Privately Learning Smooth Distributions on the Hypercube by Projections

TL;DR

This paper develops a differentially private method for estimating smooth probability densities on high-dimensional hypercubes, extending previous one-dimensional results and introducing an adaptive, privacy-preserving estimator that balances bias and variance.

Contribution

It generalizes existing results to higher dimensions and non-integer smoothness levels, and proposes a data-driven, privacy-aware adaptive estimation strategy using a modified Lepskii method.

Findings

Extends Sobolev density estimation to high dimensions and non-integer smoothness.

Introduces a privacy-aware adaptive projection estimator.
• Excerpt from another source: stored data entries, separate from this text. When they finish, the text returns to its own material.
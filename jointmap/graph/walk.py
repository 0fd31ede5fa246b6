"""Compiled loop that follows a robot's odometry and accumulates its noise.

Notes
-----
Between two edges the body twist is constant. Noise is a random walk along the path: isotropic
translation of variance ``wt`` and isotropic rotation of variance ``wr`` per piece of path. Seen
from the last restart, with lever ``t`` (position of the body), the accumulated covariance in that
frame's tangent is, with ``[t]`` the cross product matrix,

    sum_pieces [[wr I, wr [t]^T], [wr [t], wr [t][t]^T + wt I]],

because the adjoint of a pose turns isotropic blocks into themselves. Three moments of the lever
(1, t, t t^T) therefore carry the whole covariance, exactly to first order in the noise; there is no
matrix product per row. The moments are integrated along the chord of each piece, so that a heading
walk of variance q per metre gives the lateral variance q L^3 / 3 whatever the row rate, and cutting
a piece in two changes nothing.

Rows that state their own noise are added in full; see :func:`row_noise`.
"""

from __future__ import annotations

import numba
import numpy as np

from jointmap.graph.steps import cross, exponential, multiply, rotate, scaled_turn, split_tangent

#: Columns of the ``extra`` output of :func:`walk`.
PATH, TURN, LONGEST, GAP = 0, 1, 2, 3
#: Kinds of stated row noise, see :func:`row_noise`.
NO_NOISE, INCREMENT_SIGMA, TWIST_SIGMA, INCREMENT_COVARIANCE = 0, 1, 2, 3


@numba.njit(cache=True)
def matrix(q):  # type: ignore[no-untyped-def]
    """Rotation matrix (3, 3) of a unit quaternion (tuple)."""
    out = np.empty((3, 3))
    for j in range(3):
        axis = (1.0 if j == 0 else 0.0, 1.0 if j == 1 else 0.0, 1.0 if j == 2 else 0.0)
        out[0, j], out[1, j], out[2, j] = rotate(q, axis)
    return out


@numba.njit(cache=True)
def transported(rotation, t):  # type: ignore[no-untyped-def]
    """Adjoint (6, 6), rotation first, of a rotation matrix and a position (tuple)."""
    out = np.zeros((6, 6))
    for j in range(3):
        c = (rotation[0, j], rotation[1, j], rotation[2, j])
        m = cross(t, c)
        for i in range(3):
            out[i, j] = out[3 + i, 3 + j] = c[i]
            out[3 + i, j] = m[i]
    return out


@numba.njit(cache=True)
def row_noise(kind, noise, share, w, v, p, q, p2, q2, total):  # type: ignore[no-untyped-def]
    """Add ``share`` of a row's stated noise to ``total`` (6, 6), tangent of the last restart.

    Kinds, with the piece running from pose (p, q) to (p2, q2) by the tangent (w, v):

    * ``INCREMENT_SIGMA``: ``noise`` holds variances of the increment's position and of its rotation
      in the axes of the body before; the rotation does not move the position reached;
    * ``TWIST_SIGMA``: variances of the tangent itself. The right Jacobian of exp is, to second
      order, the adjoint of half the way back: the noise enters in the middle of the piece;
    * ``INCREMENT_COVARIANCE``: covariance in the body tangent at the end.
    """
    if kind == INCREMENT_COVARIANCE:
        full = np.zeros((6, 6))
        if noise.shape[0] == 3:
            place = (3, 4, 2)
            for i in range(3):
                for j in range(3):
                    full[place[i], place[j]] = noise[i, j]
        else:
            full[:] = noise
        a = transported(matrix(q2), p2)
    else:
        full = np.zeros((6, 6))
        if noise.shape[0] == 3:
            full[3, 3], full[4, 4], full[2, 2] = noise[0, 0], noise[1, 0], noise[2, 0]
        else:
            for i in range(3):
                full[3 + i, 3 + i] = noise[i, 0]
                full[i, i] = noise[3 + i, 0]
        if kind == TWIST_SIGMA:
            dp, dq = exponential(
                (0.5 * w[0], 0.5 * w[1], 0.5 * w[2]), (0.5 * v[0], 0.5 * v[1], 0.5 * v[2])
            )
            d = rotate(q, dp)
            a = transported(matrix(multiply(q, dq)), (p[0] + d[0], p[1] + d[1], p[2] + d[2]))
        else:
            a = transported(matrix(q), p2)
    total += share * (a @ full @ a.T)


@numba.njit(cache=True)
def walk(  # type: ignore[no-untyped-def]
    edges, tangents, stamps, restart, speed2, hole, per_piece, kind, noise
):
    """Follow the odometry through increasing ``stamps`` (Q,) and report at each of them.

    Parameters
    ----------
    edges : (M+1,) increasing seconds; ``tangents`` (M, dof) of the whole intervals
    stamps : (Q,) seconds, increasing; the walk begins at the first of them
    restart : (Q,) bool, whether the accumulation starts again after reporting
    speed2 : (2,) squared speed and turn rate that a robot may reach where no rows are
    hole : (M,) length in seconds of intervals that count as gaps, zero for all others
    per_piece : (C, 2, 5) for each channel the translation and rotation variance per unit of path,
        turn, time, and of the two squared displacements possible in a gap
    kind, noise : stated row noise, see :func:`row_noise`; (M, dof, 1 or dof)

    Returns
    -------
    pose : (Q, 7) motion since the last restart
    moments : (Q, C, 11) sums of wt, wr, wr t (3), wr t t^T (xx xy xz yy yz zz)
    stated : (Q, 6, 6) accumulated row noise (empty without), tangent of the last restart
    extra : (Q, 4) path in m, turn in rad, longest time without rows in s, 1 where a gap is touched
    slope : (Q, 6) derivative of rotation and position by a factor on all turns, axes of the last
        restart
    """
    n, channels, last = len(stamps), len(per_piece), len(edges) - 1
    pose, extra, slope = np.zeros((n, 7)), np.zeros((n, 4)), np.zeros((n, 6))
    moments = np.zeros((n, channels, 11))
    stated = np.zeros((n, 6, 6) if kind else (0, 6, 6))
    # what is settled up to ``now``, an edge or a restart; reports in between settle nothing, so
    # that one stamp's answer does not depend on which others were asked
    place, mom, total = np.zeros(7), np.zeros((channels, 11)), np.zeros((6, 6))
    tally, by_turn, amounts = np.zeros(4), np.zeros(6), np.zeros(5)
    place[6] = 1.0
    now = stamps[0] if n else 0.0
    e = np.searchsorted(edges, now, side="right") - 1
    for i in range(n):
        while e < last and edges[e + 1] <= stamps[i]:
            piece(
                e, now, edges[e + 1], edges, tangents, speed2, hole, amounts, place, tally, by_turn,
                per_piece, mom, kind, noise, total,
            )  # fmt: skip
            e += 1
            now = edges[e]
        pose[i], extra[i], slope[i], moments[i] = place, tally, by_turn, mom
        here = stated[i] if kind else total
        if kind:
            here[:] = total
        if stamps[i] > now:
            piece(
                e, now, stamps[i], edges, tangents, speed2, hole, amounts, pose[i], extra[i],
                slope[i], per_piece, moments[i], kind, noise, here,
            )  # fmt: skip
        if restart[i]:
            now = stamps[i]
            place[:], mom[:], total[:], tally[:], by_turn[:] = 0.0, 0.0, 0.0, 0.0, 0.0
            place[6] = 1.0
    return pose, moments, stated, extra, slope


@numba.njit(cache=True)
def piece(  # type: ignore[no-untyped-def]
    e, begin, end, edges, tangents, speed2, hole, amounts, place, tally, by_turn,
    per_piece, mom, kind, noise, total,
):  # fmt: skip
    """Carry all sums from time ``begin`` to ``end`` within interval ``e`` (-1, M: outside)."""
    last, h = len(edges) - 1, end - begin
    p, q = (place[0], place[1], place[2]), (place[3], place[4], place[5], place[6])
    p2 = p
    if e < 0 or e >= last:
        # nothing is known outside the span: the body is held, its uncertainty grows
        a, b = (begin - edges[last], end - edges[last]) if e >= last else (
            edges[0] - end, edges[0] - begin
        )  # fmt: skip
        wide = b * b - a * a
        amounts[0], amounts[1] = 0.0, 0.0
        tally[GAP] = 1.0
    else:
        length = edges[e + 1] - edges[e]
        share = h / length if length > 0.0 else 1.0
        w, v = split_tangent(tangents[e], share)
        dp, dq = exponential(w, v)
        d = rotate(q, dp)
        p2, q2 = (p[0] + d[0], p[1] + d[1], p[2] + d[2]), multiply(q, dq)
        add_slope(q, w, v, d, by_turn)
        wide = hole[e] * h
        if hole[e] > 0.0:
            tally[GAP] = 1.0
        amounts[0] = np.sqrt(v[0] * v[0] + v[1] * v[1] + v[2] * v[2])
        amounts[1] = np.sqrt(w[0] * w[0] + w[1] * w[1] + w[2] * w[2])
        if kind:
            row_noise(kind, noise[e], share, w, v, p, q, p2, q2, total)
        place[0], place[1], place[2] = p2
        place[3], place[4], place[5], place[6] = q2
    amounts[2], amounts[3], amounts[4] = h, speed2[0] * wide, speed2[1] * wide
    tally[PATH] += amounts[0]
    tally[TURN] += amounts[1]
    tally[LONGEST] = max(tally[LONGEST], h)
    add_moments(per_piece, amounts, p, p2, mom)


@numba.njit(cache=True)
def add_moments(per_piece, amounts, a, b, mom):  # type: ignore[no-untyped-def]
    """Add the noise of a piece from position ``a`` to ``b`` (tuples) to ``mom`` (C, 11)."""
    for c in range(len(per_piece)):
        wt = wr = 0.0
        for k in range(5):
            wt += per_piece[c, 0, k] * amounts[k]
            wr += per_piece[c, 1, k] * amounts[k]
        mom[c, 0] += wt
        if wr == 0.0:
            continue
        mom[c, 1] += wr
        k = 5
        for i in range(3):
            mom[c, 2 + i] += 0.5 * wr * (a[i] + b[i])
            for j in range(i, 3):
                same = a[i] * a[j] + b[i] * b[j]
                mom[c, k] += wr * (same / 3.0 + (a[i] * b[j] + b[i] * a[j]) / 6.0)
                k += 1


@numba.njit(cache=True)
def add_slope(q, w, v, d, by_turn):  # type: ignore[no-untyped-def]
    """Carry the derivative by a factor on all turns over one piece with displacement ``d``."""
    lever = cross((by_turn[0], by_turn[1], by_turn[2]), d)
    turned, moved = rotate(q, w), rotate(q, scaled_turn(w, v))
    for i in range(3):
        by_turn[i] += turned[i]
        by_turn[3 + i] += lever[i] + moved[i]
Demonstrates improved bias-variance trade-off under differential privacy constraints.

Abstract

Fueled by the ever-increasing need for statistics that guarantee the privacy of their training sets, this article studies the centrally-private estimation of Sobolev-smooth densities of probability over the hypercube in dimension d. The contributions of this article are two-fold : Firstly, it generalizes the one dimensional results of (Lalanne et al., 2023) to non-integer levels of smoothness and to a high-dimensional setting, which is important for two reasons : it is more suited for modern learning tasks, and it allows understanding the relations between privacy, dimensionality and smoothness, which is a central question with differential privacy. Secondly, this article presents a private strategy of estimation that is data-driven (usually referred to as adaptive in Statistics) in order to privately choose an estimator that achieves a good bias-variance trade-off among a finite family of private projection estimators without prior knowledge of the ground-truth smoothness $\beta$. This is achieved by adapting the Lepskii method for private selection, by adding a new penalization term that makes the estimation privacy-aware.